Are you using any reference implementation as your code base or did you write the complete code yourself?
Could you compare your implementation to this one written by NVIDIA?
In that case I would focus on the error (about the unused variable) by reverting the changes and make sure your model still trains.
I assume the error you mentioned claims that no parameters were found which require gradients during the backward pass.
If so, it’s usually a sign, that all parameters were frozen or that the computation graph was detached at some point.
If the original code base works and you see this unwanted behavior, I would still recommend to triage the bug by removing your changed parts.
The error points to a (partly) frozen model. I’m not familiar with the use case, so it might be a red herring.
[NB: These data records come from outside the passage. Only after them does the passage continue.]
def _pair_lines(ctx: _Ctx) -> list[_Shape]:
    """Pair the faces of walls and beams: nearest parallel, overlapping lines first."""
    lines = ctx.drawn.support_lines
    for line in lines:
        if math.dist(line.start_mm, line.end_mm) < 1.0:
            raise GASupportError(
                ctx.file,
                "support line has zero length",
                layer=ctx.layers.supports,
                handle=line.handle,
                fix="delete it",
            )
    if not lines:
        return []
    sin_max = math.sin(math.radians(ctx.tol.parallel_deg))
    candidates = []
    # One line against all later lines at once (numpy), with the arithmetic of _unit and _cross.
    start = np.array([line.start_mm for line in lines], dtype=float)
    end = np.array([line.end_mm for line in lines], dtype=float)
    length = np.array([math.dist(line.start_mm, line.end_mm) for line in lines])
    unit = (end - start) / length[:, None]
    for i in range(len(lines)):
        p, u, li = start[i], unit[i], float(length[i])
        s0, s1, v = start[i + 1 :] - p, end[i + 1 :] - p, unit[i + 1 :]
        parallel = np.abs(u[0] * v[:, 1] - u[1] * v[:, 0]) <= sin_max
        gap = np.abs(
            ((u[0] * s0[:, 1] - u[1] * s0[:, 0]) + (u[0] * s1[:, 1] - u[1] * s1[:, 0])) / 2
        )
        ta, tb = u[0] * s0[:, 0] + u[1] * s0[:, 1], u[0] * s1[:, 0] + u[1] * s1[:, 1]
        t0 = np.maximum(0.0, np.minimum(ta, tb))
        t1 = np.minimum(li, np.maximum(ta, tb))
        keep = parallel & (gap >= 1.0) & (gap <= ctx.tol.max_support_width_mm) & (t1 - t0 >= 1.0)
        for k in np.flatnonzero(keep):
            candidates.append((float(gap[k]), i, i + 1 + int(k), float(t0[k]), float(t1[k])))
    used: set[int] = set()
    shapes = []
    for gap, i, j, t0, t1 in sorted(candidates):
        if i in used or j in used:
            continue
        used |= {i, j}
        p, u, _ = _unit(lines[i].start_mm, lines[i].end_mm)
        q, v, _ = _unit(lines[j].start_mm, lines[j].end_mm)
        # The quadrilateral between the two faces where both are drawn.
        a, b = _along(p, u, t0), _along(p, u, t1)
        c, d = _foot(b, q, v), _foot(a, q, v)
        shapes.append(_Shape(f"{lines[i].handle}+{lines[j].handle}", Polygon([a, b, c, d])))
    for k, line in enumerate(lines):
        if k not in used:
            raise GASupportError(
                ctx.file,
                "support line has no parallel partner within "
                f"{ctx.length(ctx.tol.max_support_width_mm)}",
                layer=ctx.layers.supports,
                handle=line.handle,
                fix="draw each wall or beam as two parallel LINEs or as a closed polyline",
            )
    return shapes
Anyway, it might be a good starter for debugging.
We are aware of the higher memory usage due to some added functionalities in a tensor method and are thinking about different approaches to fix this.
Does it matter if loss calculated in forward or outside?
Also is it good idea in general to balance loss value like this?
Tacotron by its own have 2 losses
Do you think it should be balanced too?
About batchnorm thing, i don’t understand how batchnorm affect params.
I mean it change only existed variables, do not freeze layers or something.
It work with batchnorm layers and raise error without. https://i.imgur.com/Tc3yACY.png
May be because without batchnorm i have only one layer in module?
Or it doesnt matter?
I made another thread about memory usage (it is not only distributed thing) with example, hope it helps.
Not sure this is the case here, but in my case I was using autocast and GradScaler. I had both set to enabled=False. According to the docs this should mean these should have no effect, which was in fact the case with a single GPU and using DP.
However, with DDP I found that introducing these increased variance in the training and validation loss significantly, deteriorating model accuracy overall. According to the docs autocast and GradScaler shouldn’t adversely affect DDP, but it did just that in my case. Not sure why, but I assume it has to do with gradient synchronization in DDP.